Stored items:
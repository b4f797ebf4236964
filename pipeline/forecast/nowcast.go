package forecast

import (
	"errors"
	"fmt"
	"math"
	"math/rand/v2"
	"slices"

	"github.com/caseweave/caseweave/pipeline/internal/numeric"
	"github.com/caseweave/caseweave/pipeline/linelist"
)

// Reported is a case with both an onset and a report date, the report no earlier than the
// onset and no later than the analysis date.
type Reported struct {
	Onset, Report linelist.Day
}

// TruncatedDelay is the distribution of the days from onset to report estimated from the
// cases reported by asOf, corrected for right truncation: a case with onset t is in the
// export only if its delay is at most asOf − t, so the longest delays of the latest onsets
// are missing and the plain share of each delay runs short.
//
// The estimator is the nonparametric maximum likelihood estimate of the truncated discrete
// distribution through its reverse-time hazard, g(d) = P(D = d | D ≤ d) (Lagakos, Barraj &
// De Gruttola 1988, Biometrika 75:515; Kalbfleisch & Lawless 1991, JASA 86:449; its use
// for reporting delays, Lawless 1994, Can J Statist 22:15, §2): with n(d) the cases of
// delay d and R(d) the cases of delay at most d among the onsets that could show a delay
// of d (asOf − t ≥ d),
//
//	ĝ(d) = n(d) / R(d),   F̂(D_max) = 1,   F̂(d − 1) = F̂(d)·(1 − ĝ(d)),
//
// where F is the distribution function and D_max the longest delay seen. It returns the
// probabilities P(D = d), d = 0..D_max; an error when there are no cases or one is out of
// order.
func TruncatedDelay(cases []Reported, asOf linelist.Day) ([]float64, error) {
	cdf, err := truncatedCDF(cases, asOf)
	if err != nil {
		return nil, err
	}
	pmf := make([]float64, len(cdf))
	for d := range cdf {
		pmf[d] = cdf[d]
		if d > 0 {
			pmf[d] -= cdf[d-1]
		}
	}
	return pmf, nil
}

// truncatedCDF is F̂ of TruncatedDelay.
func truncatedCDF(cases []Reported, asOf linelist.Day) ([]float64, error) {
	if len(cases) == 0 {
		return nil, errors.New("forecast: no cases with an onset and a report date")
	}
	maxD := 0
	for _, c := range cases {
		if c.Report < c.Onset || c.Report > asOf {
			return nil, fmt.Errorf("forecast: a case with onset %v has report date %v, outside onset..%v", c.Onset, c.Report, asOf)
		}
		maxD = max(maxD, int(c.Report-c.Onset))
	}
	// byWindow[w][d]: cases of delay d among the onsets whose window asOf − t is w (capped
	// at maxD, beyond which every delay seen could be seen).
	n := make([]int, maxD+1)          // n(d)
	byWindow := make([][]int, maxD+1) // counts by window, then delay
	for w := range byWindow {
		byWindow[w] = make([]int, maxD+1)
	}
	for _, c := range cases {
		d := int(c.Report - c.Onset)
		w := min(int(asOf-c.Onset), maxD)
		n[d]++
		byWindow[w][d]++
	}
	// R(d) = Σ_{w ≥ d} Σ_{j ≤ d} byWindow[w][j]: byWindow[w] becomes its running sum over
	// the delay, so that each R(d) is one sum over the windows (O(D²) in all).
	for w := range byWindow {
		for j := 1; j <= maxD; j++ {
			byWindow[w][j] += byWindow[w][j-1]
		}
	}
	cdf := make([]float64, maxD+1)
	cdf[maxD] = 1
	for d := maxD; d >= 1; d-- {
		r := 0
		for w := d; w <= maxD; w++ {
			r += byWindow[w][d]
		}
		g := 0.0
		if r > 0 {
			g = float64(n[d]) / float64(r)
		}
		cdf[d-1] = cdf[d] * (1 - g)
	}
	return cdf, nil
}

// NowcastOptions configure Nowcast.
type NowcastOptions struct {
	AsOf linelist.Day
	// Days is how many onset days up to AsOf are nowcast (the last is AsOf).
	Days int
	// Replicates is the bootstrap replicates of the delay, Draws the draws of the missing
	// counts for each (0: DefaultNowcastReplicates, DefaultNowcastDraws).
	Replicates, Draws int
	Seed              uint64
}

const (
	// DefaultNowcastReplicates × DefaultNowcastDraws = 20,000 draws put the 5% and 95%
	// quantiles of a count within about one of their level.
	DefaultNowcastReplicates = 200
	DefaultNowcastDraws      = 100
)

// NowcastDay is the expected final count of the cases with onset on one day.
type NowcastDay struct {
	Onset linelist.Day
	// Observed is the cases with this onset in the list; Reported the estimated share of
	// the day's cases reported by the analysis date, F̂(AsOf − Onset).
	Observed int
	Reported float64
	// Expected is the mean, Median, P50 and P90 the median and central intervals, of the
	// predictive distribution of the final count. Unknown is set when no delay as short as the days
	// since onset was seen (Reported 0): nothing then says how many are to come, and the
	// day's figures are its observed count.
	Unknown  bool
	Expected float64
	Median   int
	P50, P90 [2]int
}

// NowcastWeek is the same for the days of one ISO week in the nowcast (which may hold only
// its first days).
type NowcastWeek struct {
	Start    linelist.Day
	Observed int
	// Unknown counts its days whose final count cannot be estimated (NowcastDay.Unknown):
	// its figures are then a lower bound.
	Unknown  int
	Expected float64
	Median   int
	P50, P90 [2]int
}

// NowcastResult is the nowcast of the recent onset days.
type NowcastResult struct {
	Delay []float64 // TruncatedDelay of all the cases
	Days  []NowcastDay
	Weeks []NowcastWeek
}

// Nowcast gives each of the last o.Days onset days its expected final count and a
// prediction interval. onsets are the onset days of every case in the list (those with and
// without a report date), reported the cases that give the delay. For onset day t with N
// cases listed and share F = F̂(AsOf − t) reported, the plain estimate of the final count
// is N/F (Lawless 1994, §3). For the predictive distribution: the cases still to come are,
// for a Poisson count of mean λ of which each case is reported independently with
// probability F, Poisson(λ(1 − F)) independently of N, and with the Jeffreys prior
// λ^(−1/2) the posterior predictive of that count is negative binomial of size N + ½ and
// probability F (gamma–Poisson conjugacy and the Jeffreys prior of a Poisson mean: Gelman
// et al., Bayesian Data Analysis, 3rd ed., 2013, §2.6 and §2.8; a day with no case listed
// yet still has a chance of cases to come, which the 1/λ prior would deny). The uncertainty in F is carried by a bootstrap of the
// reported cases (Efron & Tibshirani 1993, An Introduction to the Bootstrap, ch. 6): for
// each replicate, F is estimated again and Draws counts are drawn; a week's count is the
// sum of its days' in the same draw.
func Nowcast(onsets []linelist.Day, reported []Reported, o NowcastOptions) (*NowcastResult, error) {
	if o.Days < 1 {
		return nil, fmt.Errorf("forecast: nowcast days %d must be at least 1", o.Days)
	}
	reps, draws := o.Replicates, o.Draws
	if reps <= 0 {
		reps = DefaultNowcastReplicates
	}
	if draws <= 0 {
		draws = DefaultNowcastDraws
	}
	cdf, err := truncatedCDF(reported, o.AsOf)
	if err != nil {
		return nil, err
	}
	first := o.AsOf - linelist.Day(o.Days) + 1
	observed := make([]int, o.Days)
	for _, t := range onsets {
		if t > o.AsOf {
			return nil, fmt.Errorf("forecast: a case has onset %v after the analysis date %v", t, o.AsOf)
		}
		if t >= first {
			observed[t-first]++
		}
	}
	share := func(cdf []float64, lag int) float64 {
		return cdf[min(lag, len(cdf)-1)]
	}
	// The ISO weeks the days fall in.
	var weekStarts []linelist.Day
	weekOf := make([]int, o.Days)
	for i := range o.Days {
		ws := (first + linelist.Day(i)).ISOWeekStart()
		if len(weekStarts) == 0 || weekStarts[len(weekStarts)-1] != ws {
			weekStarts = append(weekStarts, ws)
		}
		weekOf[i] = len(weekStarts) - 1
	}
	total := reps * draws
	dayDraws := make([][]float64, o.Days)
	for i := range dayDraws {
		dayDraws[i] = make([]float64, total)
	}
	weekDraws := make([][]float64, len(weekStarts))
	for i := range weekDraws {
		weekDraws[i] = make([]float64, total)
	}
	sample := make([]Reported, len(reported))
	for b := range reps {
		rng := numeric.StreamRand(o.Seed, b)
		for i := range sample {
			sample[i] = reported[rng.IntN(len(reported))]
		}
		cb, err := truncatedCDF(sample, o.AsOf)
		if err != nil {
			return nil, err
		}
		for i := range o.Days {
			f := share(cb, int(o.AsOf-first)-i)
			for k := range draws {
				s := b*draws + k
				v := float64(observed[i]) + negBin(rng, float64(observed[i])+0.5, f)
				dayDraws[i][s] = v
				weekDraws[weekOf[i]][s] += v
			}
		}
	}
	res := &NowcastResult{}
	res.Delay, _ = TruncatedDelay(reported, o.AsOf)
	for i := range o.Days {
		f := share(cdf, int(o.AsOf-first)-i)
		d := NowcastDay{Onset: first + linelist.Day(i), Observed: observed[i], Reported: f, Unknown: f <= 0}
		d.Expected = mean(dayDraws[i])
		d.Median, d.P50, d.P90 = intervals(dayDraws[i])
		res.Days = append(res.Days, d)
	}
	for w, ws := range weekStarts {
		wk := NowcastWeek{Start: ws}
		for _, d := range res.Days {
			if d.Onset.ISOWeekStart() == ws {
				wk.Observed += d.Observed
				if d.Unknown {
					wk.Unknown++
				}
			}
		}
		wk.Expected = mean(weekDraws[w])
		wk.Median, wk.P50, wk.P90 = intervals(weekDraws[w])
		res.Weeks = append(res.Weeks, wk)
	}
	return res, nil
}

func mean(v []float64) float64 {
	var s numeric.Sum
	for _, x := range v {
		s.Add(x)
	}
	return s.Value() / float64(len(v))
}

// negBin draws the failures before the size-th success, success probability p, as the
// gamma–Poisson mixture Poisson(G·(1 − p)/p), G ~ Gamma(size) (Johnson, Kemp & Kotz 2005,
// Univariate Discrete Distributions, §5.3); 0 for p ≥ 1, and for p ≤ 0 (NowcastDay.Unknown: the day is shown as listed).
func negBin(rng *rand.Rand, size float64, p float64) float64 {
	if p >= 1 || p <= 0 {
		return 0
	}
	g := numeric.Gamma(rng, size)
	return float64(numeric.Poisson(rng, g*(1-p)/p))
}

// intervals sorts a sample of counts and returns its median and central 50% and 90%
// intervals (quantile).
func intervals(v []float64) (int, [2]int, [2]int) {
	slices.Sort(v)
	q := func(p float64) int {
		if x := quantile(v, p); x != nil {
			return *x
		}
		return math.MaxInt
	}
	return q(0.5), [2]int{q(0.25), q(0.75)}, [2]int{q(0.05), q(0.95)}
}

* * *

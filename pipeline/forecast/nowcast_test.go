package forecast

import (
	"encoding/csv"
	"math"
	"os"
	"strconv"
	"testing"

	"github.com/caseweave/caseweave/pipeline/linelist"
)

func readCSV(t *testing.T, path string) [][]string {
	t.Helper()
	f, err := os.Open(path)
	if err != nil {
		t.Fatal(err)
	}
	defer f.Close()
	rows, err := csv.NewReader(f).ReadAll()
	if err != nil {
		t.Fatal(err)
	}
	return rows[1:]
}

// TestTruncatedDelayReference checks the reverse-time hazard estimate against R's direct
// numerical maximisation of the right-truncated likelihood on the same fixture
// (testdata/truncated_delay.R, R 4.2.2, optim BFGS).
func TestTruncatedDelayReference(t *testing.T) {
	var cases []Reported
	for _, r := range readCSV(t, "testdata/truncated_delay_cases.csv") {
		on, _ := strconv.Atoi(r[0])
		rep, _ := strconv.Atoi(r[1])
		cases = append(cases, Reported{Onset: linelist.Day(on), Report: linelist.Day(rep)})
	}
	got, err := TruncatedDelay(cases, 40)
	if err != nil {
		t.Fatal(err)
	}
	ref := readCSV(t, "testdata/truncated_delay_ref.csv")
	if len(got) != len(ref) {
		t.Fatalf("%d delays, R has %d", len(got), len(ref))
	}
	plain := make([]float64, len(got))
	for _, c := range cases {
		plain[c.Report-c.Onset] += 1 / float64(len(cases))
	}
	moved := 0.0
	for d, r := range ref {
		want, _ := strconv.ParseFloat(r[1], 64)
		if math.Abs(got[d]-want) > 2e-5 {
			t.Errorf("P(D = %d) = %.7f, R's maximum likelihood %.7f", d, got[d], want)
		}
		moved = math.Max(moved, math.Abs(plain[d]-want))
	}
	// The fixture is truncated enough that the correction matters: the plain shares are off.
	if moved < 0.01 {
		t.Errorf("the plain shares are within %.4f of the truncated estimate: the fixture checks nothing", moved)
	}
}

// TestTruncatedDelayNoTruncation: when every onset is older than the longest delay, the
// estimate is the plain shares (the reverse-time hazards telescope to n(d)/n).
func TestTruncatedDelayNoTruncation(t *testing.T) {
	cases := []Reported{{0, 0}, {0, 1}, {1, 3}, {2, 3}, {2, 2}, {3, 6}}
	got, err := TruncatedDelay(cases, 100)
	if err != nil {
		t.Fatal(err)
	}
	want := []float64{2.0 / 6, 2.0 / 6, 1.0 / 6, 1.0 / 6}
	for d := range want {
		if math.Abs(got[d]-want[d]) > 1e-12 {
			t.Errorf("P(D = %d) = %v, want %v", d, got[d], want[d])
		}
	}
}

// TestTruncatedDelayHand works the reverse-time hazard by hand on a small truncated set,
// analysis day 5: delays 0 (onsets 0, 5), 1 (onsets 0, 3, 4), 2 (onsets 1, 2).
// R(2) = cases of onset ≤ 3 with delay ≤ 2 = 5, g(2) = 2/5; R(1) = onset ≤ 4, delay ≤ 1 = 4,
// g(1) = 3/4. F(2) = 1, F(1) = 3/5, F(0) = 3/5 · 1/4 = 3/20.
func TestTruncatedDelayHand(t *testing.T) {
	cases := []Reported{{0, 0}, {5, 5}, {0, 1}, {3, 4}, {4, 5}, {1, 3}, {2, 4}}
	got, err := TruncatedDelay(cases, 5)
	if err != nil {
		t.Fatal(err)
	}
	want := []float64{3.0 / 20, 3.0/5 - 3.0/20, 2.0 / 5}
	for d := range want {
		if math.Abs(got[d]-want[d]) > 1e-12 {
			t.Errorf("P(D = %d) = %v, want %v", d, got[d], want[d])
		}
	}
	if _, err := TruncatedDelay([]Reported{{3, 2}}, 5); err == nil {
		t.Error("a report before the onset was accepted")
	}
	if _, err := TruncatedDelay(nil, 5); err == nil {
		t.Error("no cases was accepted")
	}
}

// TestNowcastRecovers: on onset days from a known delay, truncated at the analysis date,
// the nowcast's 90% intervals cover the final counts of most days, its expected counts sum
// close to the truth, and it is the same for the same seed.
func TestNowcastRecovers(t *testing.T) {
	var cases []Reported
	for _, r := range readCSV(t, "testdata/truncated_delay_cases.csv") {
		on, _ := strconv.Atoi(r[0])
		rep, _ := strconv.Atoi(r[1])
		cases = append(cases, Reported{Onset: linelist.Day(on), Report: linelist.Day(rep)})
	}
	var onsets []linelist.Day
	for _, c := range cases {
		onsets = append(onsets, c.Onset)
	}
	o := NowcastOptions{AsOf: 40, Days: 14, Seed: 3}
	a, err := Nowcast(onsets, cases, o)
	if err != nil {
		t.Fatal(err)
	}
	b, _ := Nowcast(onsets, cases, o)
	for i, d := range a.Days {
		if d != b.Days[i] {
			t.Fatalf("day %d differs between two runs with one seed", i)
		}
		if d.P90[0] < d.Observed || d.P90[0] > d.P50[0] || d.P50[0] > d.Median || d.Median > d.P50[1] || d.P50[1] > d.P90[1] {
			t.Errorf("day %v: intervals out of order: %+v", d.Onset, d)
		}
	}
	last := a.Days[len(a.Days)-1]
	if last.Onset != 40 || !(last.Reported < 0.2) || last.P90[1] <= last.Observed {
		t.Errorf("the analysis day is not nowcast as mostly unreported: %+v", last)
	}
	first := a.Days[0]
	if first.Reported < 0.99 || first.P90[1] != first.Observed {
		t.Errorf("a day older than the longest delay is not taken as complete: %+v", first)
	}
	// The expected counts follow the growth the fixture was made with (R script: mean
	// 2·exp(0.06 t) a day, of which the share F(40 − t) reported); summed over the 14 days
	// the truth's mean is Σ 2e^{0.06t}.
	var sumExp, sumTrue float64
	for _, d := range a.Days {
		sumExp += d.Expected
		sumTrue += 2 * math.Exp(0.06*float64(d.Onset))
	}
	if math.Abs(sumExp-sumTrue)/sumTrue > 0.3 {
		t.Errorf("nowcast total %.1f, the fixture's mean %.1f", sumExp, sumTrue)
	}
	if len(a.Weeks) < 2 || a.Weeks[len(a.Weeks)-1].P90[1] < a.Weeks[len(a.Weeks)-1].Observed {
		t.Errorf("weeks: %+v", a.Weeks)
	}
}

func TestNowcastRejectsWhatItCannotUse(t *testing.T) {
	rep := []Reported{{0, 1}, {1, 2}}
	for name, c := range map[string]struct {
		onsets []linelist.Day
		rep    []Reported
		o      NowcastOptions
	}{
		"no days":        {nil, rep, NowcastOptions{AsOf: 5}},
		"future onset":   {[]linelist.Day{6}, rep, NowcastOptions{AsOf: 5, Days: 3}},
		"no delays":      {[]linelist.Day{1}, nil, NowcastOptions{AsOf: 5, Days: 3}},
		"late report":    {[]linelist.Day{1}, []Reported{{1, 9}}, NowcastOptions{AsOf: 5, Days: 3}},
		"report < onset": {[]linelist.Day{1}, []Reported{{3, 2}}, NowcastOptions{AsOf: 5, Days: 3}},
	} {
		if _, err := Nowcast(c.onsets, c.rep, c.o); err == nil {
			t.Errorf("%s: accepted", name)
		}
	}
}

---

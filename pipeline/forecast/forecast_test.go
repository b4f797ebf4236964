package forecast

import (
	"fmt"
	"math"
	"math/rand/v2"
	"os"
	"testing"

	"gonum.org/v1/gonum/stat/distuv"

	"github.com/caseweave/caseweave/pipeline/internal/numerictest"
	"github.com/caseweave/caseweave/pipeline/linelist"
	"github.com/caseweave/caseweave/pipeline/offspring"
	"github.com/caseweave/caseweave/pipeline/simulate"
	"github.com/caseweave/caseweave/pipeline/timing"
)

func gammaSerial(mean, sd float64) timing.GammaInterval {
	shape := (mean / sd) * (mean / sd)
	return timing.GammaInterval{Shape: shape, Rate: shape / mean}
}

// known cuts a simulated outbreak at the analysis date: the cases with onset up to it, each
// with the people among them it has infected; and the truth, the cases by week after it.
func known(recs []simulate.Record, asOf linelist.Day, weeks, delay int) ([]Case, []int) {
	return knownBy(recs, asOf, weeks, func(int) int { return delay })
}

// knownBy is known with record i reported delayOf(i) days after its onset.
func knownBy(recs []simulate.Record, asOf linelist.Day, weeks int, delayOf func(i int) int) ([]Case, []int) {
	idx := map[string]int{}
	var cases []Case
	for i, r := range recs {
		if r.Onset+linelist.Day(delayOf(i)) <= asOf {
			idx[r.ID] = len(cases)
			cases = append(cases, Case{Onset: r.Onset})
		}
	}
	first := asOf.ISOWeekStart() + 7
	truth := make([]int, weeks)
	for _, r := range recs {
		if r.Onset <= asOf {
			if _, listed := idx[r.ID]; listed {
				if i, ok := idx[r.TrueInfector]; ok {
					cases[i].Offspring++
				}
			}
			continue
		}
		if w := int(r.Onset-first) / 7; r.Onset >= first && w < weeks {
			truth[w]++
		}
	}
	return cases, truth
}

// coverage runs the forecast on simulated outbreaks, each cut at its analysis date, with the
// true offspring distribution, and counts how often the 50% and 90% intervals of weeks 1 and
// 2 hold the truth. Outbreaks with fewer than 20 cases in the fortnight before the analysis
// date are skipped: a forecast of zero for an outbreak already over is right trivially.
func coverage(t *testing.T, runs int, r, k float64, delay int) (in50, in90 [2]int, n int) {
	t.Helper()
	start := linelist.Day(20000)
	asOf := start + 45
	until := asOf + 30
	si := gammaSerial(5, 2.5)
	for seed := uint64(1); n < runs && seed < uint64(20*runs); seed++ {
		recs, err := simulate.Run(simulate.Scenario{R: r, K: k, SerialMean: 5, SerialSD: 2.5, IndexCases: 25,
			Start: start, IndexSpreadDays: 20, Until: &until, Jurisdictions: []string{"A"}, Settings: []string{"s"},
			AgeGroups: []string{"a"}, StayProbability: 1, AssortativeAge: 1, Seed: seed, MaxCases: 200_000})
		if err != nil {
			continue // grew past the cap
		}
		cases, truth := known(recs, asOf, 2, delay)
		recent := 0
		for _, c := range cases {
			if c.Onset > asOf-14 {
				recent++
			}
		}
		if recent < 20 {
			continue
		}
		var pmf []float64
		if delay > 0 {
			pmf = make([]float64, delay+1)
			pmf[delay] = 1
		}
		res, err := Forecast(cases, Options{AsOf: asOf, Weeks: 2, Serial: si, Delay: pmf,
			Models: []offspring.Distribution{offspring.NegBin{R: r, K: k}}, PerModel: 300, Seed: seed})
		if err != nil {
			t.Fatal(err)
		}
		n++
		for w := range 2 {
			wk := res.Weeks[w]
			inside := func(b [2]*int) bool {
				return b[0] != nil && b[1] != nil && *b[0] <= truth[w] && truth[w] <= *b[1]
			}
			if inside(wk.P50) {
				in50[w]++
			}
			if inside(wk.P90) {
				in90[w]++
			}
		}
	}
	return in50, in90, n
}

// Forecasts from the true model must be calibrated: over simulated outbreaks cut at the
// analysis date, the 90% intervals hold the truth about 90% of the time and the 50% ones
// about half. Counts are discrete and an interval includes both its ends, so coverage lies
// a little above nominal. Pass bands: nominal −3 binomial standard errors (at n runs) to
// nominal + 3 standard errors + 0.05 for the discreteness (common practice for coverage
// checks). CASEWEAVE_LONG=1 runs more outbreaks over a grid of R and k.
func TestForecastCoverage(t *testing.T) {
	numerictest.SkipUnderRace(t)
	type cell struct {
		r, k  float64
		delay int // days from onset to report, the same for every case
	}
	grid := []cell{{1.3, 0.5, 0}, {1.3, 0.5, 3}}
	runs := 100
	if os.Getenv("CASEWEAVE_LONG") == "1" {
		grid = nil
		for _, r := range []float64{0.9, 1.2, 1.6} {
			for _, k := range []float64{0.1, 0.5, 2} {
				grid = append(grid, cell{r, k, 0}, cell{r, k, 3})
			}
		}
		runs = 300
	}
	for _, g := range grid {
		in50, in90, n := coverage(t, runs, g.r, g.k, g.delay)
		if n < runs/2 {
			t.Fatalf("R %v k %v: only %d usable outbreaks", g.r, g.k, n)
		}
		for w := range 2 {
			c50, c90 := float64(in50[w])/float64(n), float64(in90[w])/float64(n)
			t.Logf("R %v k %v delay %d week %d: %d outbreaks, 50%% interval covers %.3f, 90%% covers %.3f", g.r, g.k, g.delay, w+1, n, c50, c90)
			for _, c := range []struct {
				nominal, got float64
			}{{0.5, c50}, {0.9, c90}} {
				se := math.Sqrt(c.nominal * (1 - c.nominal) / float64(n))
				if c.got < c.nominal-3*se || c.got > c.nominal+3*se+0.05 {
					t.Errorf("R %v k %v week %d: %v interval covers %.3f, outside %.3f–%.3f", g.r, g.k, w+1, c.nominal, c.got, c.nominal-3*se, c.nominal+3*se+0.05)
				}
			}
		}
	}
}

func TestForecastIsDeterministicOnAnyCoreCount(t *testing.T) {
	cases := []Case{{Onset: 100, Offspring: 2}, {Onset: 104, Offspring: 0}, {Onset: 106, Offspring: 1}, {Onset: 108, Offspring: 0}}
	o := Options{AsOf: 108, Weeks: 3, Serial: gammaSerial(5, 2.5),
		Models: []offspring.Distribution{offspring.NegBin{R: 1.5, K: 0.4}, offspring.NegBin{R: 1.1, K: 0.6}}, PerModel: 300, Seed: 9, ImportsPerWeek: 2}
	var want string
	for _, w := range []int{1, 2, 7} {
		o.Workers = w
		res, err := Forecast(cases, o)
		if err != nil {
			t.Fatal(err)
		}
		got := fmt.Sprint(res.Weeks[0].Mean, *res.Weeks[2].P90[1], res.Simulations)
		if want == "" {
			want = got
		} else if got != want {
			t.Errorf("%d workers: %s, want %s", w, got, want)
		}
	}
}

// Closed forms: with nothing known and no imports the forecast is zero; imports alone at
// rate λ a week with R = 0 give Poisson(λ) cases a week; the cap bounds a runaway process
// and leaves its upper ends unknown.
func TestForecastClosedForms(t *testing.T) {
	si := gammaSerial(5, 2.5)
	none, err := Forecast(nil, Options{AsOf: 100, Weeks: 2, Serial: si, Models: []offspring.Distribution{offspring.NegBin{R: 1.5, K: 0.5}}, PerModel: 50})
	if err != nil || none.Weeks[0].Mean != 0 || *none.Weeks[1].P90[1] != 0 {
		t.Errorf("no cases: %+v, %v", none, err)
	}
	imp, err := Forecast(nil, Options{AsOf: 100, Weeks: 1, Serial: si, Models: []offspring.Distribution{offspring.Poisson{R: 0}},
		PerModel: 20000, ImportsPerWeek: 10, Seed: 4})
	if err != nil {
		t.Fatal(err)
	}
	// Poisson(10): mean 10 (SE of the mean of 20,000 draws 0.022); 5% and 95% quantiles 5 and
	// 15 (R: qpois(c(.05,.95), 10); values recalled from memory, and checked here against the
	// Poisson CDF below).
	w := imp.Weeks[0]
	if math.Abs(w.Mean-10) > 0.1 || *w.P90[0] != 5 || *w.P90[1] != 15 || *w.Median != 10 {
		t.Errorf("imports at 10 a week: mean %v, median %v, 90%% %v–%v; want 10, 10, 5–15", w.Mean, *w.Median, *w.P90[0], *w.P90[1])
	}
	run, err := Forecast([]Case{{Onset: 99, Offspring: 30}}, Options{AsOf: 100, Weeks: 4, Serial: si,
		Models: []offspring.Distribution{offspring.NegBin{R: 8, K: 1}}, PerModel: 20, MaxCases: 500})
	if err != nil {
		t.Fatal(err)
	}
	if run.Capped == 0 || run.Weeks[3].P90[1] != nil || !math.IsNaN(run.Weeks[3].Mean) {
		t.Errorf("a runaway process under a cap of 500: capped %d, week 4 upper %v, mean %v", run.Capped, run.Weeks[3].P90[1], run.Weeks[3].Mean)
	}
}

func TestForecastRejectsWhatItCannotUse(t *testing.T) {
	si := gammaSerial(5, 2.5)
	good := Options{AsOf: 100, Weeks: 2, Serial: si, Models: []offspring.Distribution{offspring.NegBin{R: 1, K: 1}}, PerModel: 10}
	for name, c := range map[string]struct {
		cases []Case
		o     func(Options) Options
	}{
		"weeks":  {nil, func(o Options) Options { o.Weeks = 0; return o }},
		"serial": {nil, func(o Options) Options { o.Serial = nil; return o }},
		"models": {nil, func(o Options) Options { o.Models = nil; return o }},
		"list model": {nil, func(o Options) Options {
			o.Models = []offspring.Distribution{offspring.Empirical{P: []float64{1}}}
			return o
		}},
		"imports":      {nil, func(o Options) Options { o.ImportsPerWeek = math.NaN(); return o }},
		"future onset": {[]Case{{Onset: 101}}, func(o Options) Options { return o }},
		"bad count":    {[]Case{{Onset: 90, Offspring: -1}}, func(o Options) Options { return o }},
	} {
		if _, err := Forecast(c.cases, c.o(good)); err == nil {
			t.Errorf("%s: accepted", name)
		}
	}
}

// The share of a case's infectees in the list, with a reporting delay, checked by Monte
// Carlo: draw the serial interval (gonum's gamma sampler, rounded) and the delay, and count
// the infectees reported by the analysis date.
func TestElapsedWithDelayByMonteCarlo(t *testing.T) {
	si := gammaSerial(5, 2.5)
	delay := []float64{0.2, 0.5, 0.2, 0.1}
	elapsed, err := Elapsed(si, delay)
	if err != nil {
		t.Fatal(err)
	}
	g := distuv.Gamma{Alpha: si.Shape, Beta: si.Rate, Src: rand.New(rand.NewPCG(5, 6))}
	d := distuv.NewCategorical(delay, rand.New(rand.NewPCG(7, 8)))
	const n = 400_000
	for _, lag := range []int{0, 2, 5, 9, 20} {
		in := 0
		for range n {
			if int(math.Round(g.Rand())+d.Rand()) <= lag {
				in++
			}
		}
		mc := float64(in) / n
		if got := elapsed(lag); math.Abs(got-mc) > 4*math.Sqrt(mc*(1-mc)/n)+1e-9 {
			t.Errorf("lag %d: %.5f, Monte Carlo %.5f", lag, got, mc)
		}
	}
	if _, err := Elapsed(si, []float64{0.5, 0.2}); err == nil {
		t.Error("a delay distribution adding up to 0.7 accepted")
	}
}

Task
Tally the lines of the data that hold the string "both". Answer with the number and nothing more.

Finished task
2